Qin Boli, Qin Xiaopeng, Ma Jie, Zhou Chenxing, Chen Tianyou, Zhu Jichong, Huang Chengqian, Wu Shaofeng, He Rongqing, Wu Songze, Feng Sitan, Chen Jiarui, Xue Jiang, Wei Wendi, Long Tengxiang, Pan Quan, He Kechang, Qin Zhendong, Zhou Tiejun, Jiang Jiayan, Zhan Xinli, Liu Chong
The First Affiliated Hospital of Guangxi Medical University, No.6 Shuangyong Road, Nanning, 530021, Guangxi, People's Republic of China.
HIV/AIDS Clinical Treatment Center of Guangxi (Nanning), The Fourth People's Hospital of Nanning, No. 1, Lane 2, Changgang Road, Nanning, 530023, Guangxi, People's Republic of China.
Sci Rep. 2025 Jul 1;15(1):22269. doi: 10.1038/s41598-025-07300-2.
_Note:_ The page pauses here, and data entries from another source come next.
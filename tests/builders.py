"""FHIR R4 resources from plain literals: what the tests and the fixtures are made of. Every id tells what it is."""

from __future__ import annotations

import json
from typing import Any

Resource = dict[str, Any]

PATIENT = "p1"
LOINC = "http://loinc.org"
SNOMED = "http://snomed.info/sct"
RXNORM = "http://www.nlm.nih.gov/research/umls/rxnorm"
ATC = "http://www.whocc.no/atc"
ICD = "http://hl7.org/fhir/sid/icd-10-cm"
UCUM = "http://unitsofmeasure.org"

# RxNorm ingredient (or salt) codes.
INGREDIENTS = {
    "amlodipine": "17767",
    "atenolol": "1202",
    "bisoprolol": "19484",
    "bumetanide": "1808",
    "captopril": "1998",
    "candesartan": "214354",
    "carvedilol": "20352",
    "dapagliflozin": "1488564",
    "digoxin": "3407",
    "empagliflozin": "1545653",
    "enalapril": "3827",
    "eplerenone": "298869",
    "finerenone": "2562811",
    "furosemide": "4603",
    "ibuprofen": "5640",
    "lisinopril": "29046",
    "losartan": "52175",
    "metformin": "6809",
    "metoprolol": "6918",
    "metoprolol succinate": "221124",
    "metoprolol tartrate": "203191",
    "nebivolol": "31555",
    "potassium chloride": "8591",
    "propranolol": "8787",
    "ramipril": "35296",
    "sacubitril/valsartan": "1656339",
    "spironolactone": "9997",
    "tadalafil": "358263",
    "telmisartan": "73494",
    "torasemide": "38413",
    "valsartan": "69749",
    "verapamil": "11170",
}
# SNOMED CT concepts.
PROBLEMS = {
    "heart failure": "84114007",
    "hypertension": "38341003",
    "type 1 diabetes": "46635009",
    "type 2 diabetes": "44054006",
    "pregnancy": "77386006",
    "asthma": "195967001",
    "hyperkalaemia": "14140009",
    "obstructive cardiomyopathy": "45227007",
    "senile cardiac amyloidosis": "16573007",
    "dependence on dialysis": "105502003",
    "hospice care": "305336008",
}
REACTIONS = {"angioedema": "41291007", "cough": "49727002"}
NYHA = {1: "LA28404-4", 2: "LA28405-1", 3: "LA28406-9", 4: "LA28407-7"}


def bundle(*resources: Resource, kind: str = "collection") -> bytes:
    """The resources as the bytes of a Bundle."""
    entries = [{"resource": resource} for resource in resources]
    return json.dumps({"resourceType": "Bundle", "type": kind, "entry": entries}).encode()


def patient(*, born: str | None = "1967-05-04", sex: str | None = "male", id: str = PATIENT, **more: Any) -> Resource:  # noqa: A002
    """A Patient; `born` and `sex` None leave the element out."""
    facts = {"gender": sex, "birthDate": born, **more}
    return {"resourceType": "Patient", "id": id, **{key: value for key, value in facts.items() if value is not None}}


def subject(of: str = PATIENT) -> Resource:
    return {"reference": f"Patient/{of}"}


def observation(name: str, code: str, value: float | None, unit: str, when: str, **more: Any) -> Resource:
    """A laboratory or vital-sign result with a UCUM unit."""
    resource: Resource = {
        "resourceType": "Observation",
        "id": f"{name}-{when}".replace(":", "").replace("+", "p"),
        "status": "final",
        "code": {"coding": [{"system": LOINC, "code": code}]},
        "subject": subject(),
        "effectiveDateTime": when,
    }
    if value is not None:
        resource["valueQuantity"] = {"value": value, "unit": unit, "system": UCUM, "code": unit}
    return {**resource, **more}


def potassium(value: float, when: str, unit: str = "mmol/L", **more: Any) -> Resource:
    return observation("potassium", "2823-3", value, unit, when, **more)


def creatinine(value: float, when: str, unit: str = "mg/dL", **more: Any) -> Resource:
    return observation("creatinine", "2160-0" if unit == "mg/dL" else "14682-9", value, unit, when, **more)


def sodium(value: float, when: str, **more: Any) -> Resource:
    return observation("sodium", "2951-2", value, "mmol/L", when, **more)


def egfr(value: float, when: str, code: str = "98979-8", **more: Any) -> Resource:
    return observation("egfr", code, value, "mL/min/{1.73_m2}", when, **more)


def lvef(value: float, when: str, **more: Any) -> Resource:
    return observation("lvef", "10230-1", value, "%", when, **more)


def heart_rate(value: float, when: str, **more: Any) -> Resource:
    return observation("heart-rate", "8867-4", value, "/min", when, **more)


def pr_interval(value: float, when: str, **more: Any) -> Resource:
    return observation("pr", "8625-6", value, "ms", when, **more)


def weight(value: float, when: str, unit: str = "kg", **more: Any) -> Resource:
    return observation("weight", "29463-7", value, unit, when, **more)


def nt_probnp(value: float, when: str, **more: Any) -> Resource:
    return observation("nt-probnp", "33762-6", value, "pg/mL", when, **more)


def pressure(systolic: float, diastolic: float, when: str, **more: Any) -> Resource:
    """A blood pressure panel with its two components."""
    parts = [
        {
            "code": {"coding": [{"system": LOINC, "code": code}]},
            "valueQuantity": {"value": value, "unit": "mmHg", "system": UCUM, "code": "mm[Hg]"},
        }
        for code, value in (("8480-6", systolic), ("8462-4", diastolic))
    ]
    return observation("pressure", "85354-9", None, "", when, component=parts, **more)


def nyha(grade: int, when: str, **more: Any) -> Resource:
    """NYHA class 1 to 4 as a coded answer."""
    answer = {
        "coding": [{"system": LOINC, "code": NYHA[grade], "display": f"Class {'I' * grade if grade < 4 else 'IV'}"}]
    }
    return observation("nyha", "88020-3", None, "", when, valueCodeableConcept=answer, **more)


def visit(
    day: str,
    *,
    bp: tuple[int, int],
    pulse: int,
    k: float | None = None,
    crea: float | None = None,
    nyha_class: int | None = None,
    kg: float | None = None,
) -> list[Resource]:
    """Vital signs of a day, with potassium (mmol/L), creatinine (mg/dL), NYHA class and weight where given."""
    found = [pressure(*bp, day), heart_rate(pulse, day)]
    found += [potassium(k, day)] if k is not None else []
    found += [creatinine(crea, day)] if crea is not None else []
    found += [nyha(nyha_class, day)] if nyha_class is not None else []
    return found + ([weight(kg, day)] if kg is not None else [])


def dosage(dose_mg: float, times_per_day: float) -> Resource:
    """So many milligrams so often a day; 0.5 is every other day."""
    often = {"frequency": 1, "period": 2} if times_per_day == 0.5 else {"frequency": int(times_per_day), "period": 1}
    quantity = {"value": dose_mg, "unit": "mg", "system": UCUM, "code": "mg"}
    return {"timing": {"repeat": {**often, "periodUnit": "d"}}, "doseAndRate": [{"doseQuantity": quantity}]}


def order(
    drug: str,
    dose_mg: float | None,
    times_per_day: float = 1,
    *,
    since: str | None,
    status: str = "active",
    concept: Resource | None = None,
    **more: Any,
) -> Resource:
    """A MedicationRequest by RxNorm ingredient, unless `concept` says otherwise."""
    coded = concept or {"coding": [{"system": RXNORM, "code": INGREDIENTS[drug], "display": drug}]}
    resource: Resource = {
        "resourceType": "MedicationRequest",
        "id": f"{drug.replace('/', '-').replace(' ', '-')}-{since or 'undated'}".replace(":", "").replace("+", "p"),
        "status": status,
        "intent": "order",
        "medicationCodeableConcept": coded,
        "subject": subject(),
    }
    if since is not None:
        resource["authoredOn"] = since
    if dose_mg is not None:
        resource["dosageInstruction"] = [dosage(dose_mg, times_per_day)]
    return {**resource, **more}


def until(medication: Resource, end: str, status: str = "stopped", **more: Any) -> Resource:
    """The same order, which ended on a day or at an instant."""
    line = medication["dosageInstruction"][0]
    repeat = {**line["timing"]["repeat"], "boundsPeriod": {"end": end}}
    ended = {**line, "timing": {"repeat": repeat}}
    return {**medication, "status": status, "dosageInstruction": [ended], **more}


def statement(drug: str, dose_mg: float, times_per_day: float = 1, *, since: str, **more: Any) -> Resource:
    """A MedicationStatement: what is taken, since when."""
    return {
        "resourceType": "MedicationStatement",
        "id": f"statement-{drug.replace('/', '-').replace(' ', '-')}-{since}",
        "status": "active",
        "medicationCodeableConcept": {"coding": [{"system": RXNORM, "code": INGREDIENTS[drug], "display": drug}]},
        "subject": subject(),
        "effectivePeriod": {"start": since},
        "dosage": [dosage(dose_mg, times_per_day)],
        **more,
    }


def dispense(drug: str, when: str, *, days: int = 30, **more: Any) -> Resource:
    """A MedicationDispense handed over on a day."""
    return {
        "resourceType": "MedicationDispense",
        "id": f"dispense-{drug.replace('/', '-').replace(' ', '-')}-{when}",
        "status": "completed",
        "medicationCodeableConcept": {"coding": [{"system": RXNORM, "code": INGREDIENTS[drug], "display": drug}]},
        "subject": subject(),
        "whenHandedOver": when,
        "daysSupply": {"value": days, "unit": "d", "system": UCUM, "code": "d"},
        **more,
    }


def administration(drug: str, when: str, dose_mg: float = 25, **more: Any) -> Resource:
    """A MedicationAdministration: one dose given at a moment."""
    return {
        "resourceType": "MedicationAdministration",
        "id": f"given-{drug.replace('/', '-').replace(' ', '-')}-{when}".replace(":", "").replace("+", "p"),
        "status": "completed",
        "medicationCodeableConcept": {"coding": [{"system": RXNORM, "code": INGREDIENTS[drug], "display": drug}]},
        "subject": subject(),
        "effectiveDateTime": when,
        "dosage": {"dose": {"value": dose_mg, "unit": "mg", "system": UCUM, "code": "mg"}},
        **more,
    }


def problem(
    name: str, since: str | None = None, *, status: str = "active", code: Resource | None = None, **more: Any
) -> Resource:
    """A Condition by SNOMED CT, unless `code` says otherwise."""
    coded = code or {"coding": [{"system": SNOMED, "code": PROBLEMS[name], "display": name}]}
    resource: Resource = {
        "resourceType": "Condition",
        "id": name.replace(" ", "-"),
        "clinicalStatus": {
            "coding": [{"system": "http://terminology.hl7.org/CodeSystem/condition-clinical", "code": status}]
        },
        "verificationStatus": {
            "coding": [{"system": "http://terminology.hl7.org/CodeSystem/condition-ver-status", "code": "confirmed"}]
        },
        "code": coded,
        "subject": subject(),
    }
    if since is not None:
        resource["onsetDateTime"] = since
    return {**resource, **more}


def icd(code: str, display: str) -> Resource:
    return {"coding": [{"system": ICD, "code": code, "display": display}]}


def allergy(
    drug: str, reaction: str | None = None, *, recorded: str = "2023-04-02", kind: str = "allergy", **more: Any
) -> Resource:
    """An AllergyIntolerance to a drug, with a coded reaction."""
    resource: Resource = {
        "resourceType": "AllergyIntolerance",
        "id": f"allergy-{drug.replace('/', '-').replace(' ', '-')}",
        "clinicalStatus": {
            "coding": [
                {"system": "http://terminology.hl7.org/CodeSystem/allergyintolerance-clinical", "code": "active"}
            ]
        },
        "verificationStatus": {
            "coding": [
                {"system": "http://terminology.hl7.org/CodeSystem/allergyintolerance-verification", "code": "confirmed"}
            ]
        },
        "type": kind,
        "code": {"coding": [{"system": RXNORM, "code": INGREDIENTS[drug], "display": drug}]},
        "patient": subject(),
        "recordedDate": recorded,
    }
    if reaction is not None:
        manifestation = {"coding": [{"system": SNOMED, "code": REACTIONS[reaction]}], "text": reaction}
        resource["reaction"] = [{"manifestation": [manifestation]}]
    return {**resource, **more}


def admission(start: str, end: str, *, reason: str = "heart failure", **more: Any) -> Resource:
    """An inpatient stay for a problem."""
    return {
        "resourceType": "Encounter",
        "id": f"stay-{start}",
        "status": "finished",
        "class": {"system": "http://terminology.hl7.org/CodeSystem/v3-ActCode", "code": "IMP"},
        "subject": subject(),
        "period": {"start": start, "end": end},
        "reasonCode": [{"coding": [{"system": SNOMED, "code": PROBLEMS[reason]}]}],
        **more,
    }


def test_order(code: str, ordered: str, *, display: str = "", **more: Any) -> Resource:
    """A ServiceRequest for a laboratory test by LOINC."""
    return {
        "resourceType": "ServiceRequest",
        "id": f"order-{code}-{ordered}",
        "status": "active",
        "intent": "order",
        "code": {"coding": [{"system": LOINC, "code": code, **({"display": display} if display else {})}]},
        "subject": subject(),
        "authoredOn": ordered,
        **more,
    }


test_order.__test__ = False  # type: ignore[attr-defined]  # a builder, not a test


def named(drug: str, dose_mg: float | None = None, times_per_day: float = 1, **more: Any) -> Resource:
    """An order that says the drug by its name only, without a code; since March 2025 unless told otherwise."""
    return order(drug, dose_mg, times_per_day, **{"since": "2025-03-01", "concept": {"text": drug}, **more})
Ankylosing spondylitis (AS) and rheumatoid arthritis (RA) are closely related autoimmune diseases with shared mechanisms that remain unclear. This study aims to identify shared molecular signatures and hub genes underlying the co-occurrence of AS and RA using clinical and transcriptomic data, focusing on immune dysregulation pathways. The CBC data of 23,289 patients were collected, and six machine learning algorithms were applied to develop disease prediction models for AS and RA. Using permutation feature importance and Shapley Additive Explanations (SHAP) based on the optimal model, the top 10 features most influential for AS and RA prediction were identified, followed by selecting their intersections. Bioinformatics analysis was conducted to identify key immune cells associated with AS and RA and to evaluate the correlation between these immune cells and the hub gene. Clinical data, hematoxylin-eosin (H&E) staining, and immunohistochemical analysis were used to validate the findings. Neutrophils and lymphocytes emerged as key predictors in AS and RA models. Bioinformatics identified MYO1F as a hub gene, significantly upregulated in both diseases, with a strong correlation to neutrophil infiltration (p < 0.05). Clinical data, H&E staining of histological sections of interspinous ligaments from AS patients and synovial tissue from RA patients, and immunohistochemistry confirmed elevated neutrophil counts and MYO1F expression (p < 0.05), supporting their roles in immune dysregulation. This study is the first to identify MYO1F as a hub gene in AS and RA co-occurrence, highlighting neutrophil infiltration as a critical factor in their pathogenesis. Our integrative approach combining machine learning, transcriptomics, and clinical validation, provides novel insights into shared mechanisms, positioning MYO1F and neutrophils as potential diagnostic and therapeutic targets.
强直性脊柱炎(AS)和类风湿关节炎(RA)是密切相关的自身免疫性疾病,其共同机制尚不清楚。本研究旨在利用临床和转录组数据,确定AS和RA共病背后的共同分子特征和枢纽基因,重点关注免疫失调途径。收集了23289例患者的全血细胞计数(CBC)数据,并应用六种机器学习算法开发AS和RA的疾病预测模型。基于最优模型,利用排列特征重要性和Shapley加性解释(SHAP),确定了对AS和RA预测最具影响力的前10个特征,然后选择它们的交集。进行生物信息学分析,以确定与AS和RA相关的关键免疫细胞,并评估这些免疫细胞与枢纽基因之间的相关性。临床数据、苏木精-伊红(H&E)染色和免疫组织化学分析用于验证研究结果。中性粒细胞和淋巴细胞是AS和RA模型中的关键预测指标。生物信息学确定MYO1F为枢纽基因,在两种疾病中均显著上调,与中性粒细胞浸润密切相关(p<0.05)。临床数据、AS患者棘间韧带组织切片和RA患者滑膜组织的H&E染色以及免疫组织化学证实中性粒细胞计数和MYO1F表达升高(p<0.05),支持它们在免疫失调中的作用。本研究首次确定MYO1F为AS和RA共病中的枢纽基因,强调中性粒细胞浸润是其发病机制中的关键因素。我们将机器学习、转录组学和临床验证相结合的综合方法,为共同机制提供了新的见解,将MYO1F和中性粒细胞定位为潜在的诊断和治疗靶点。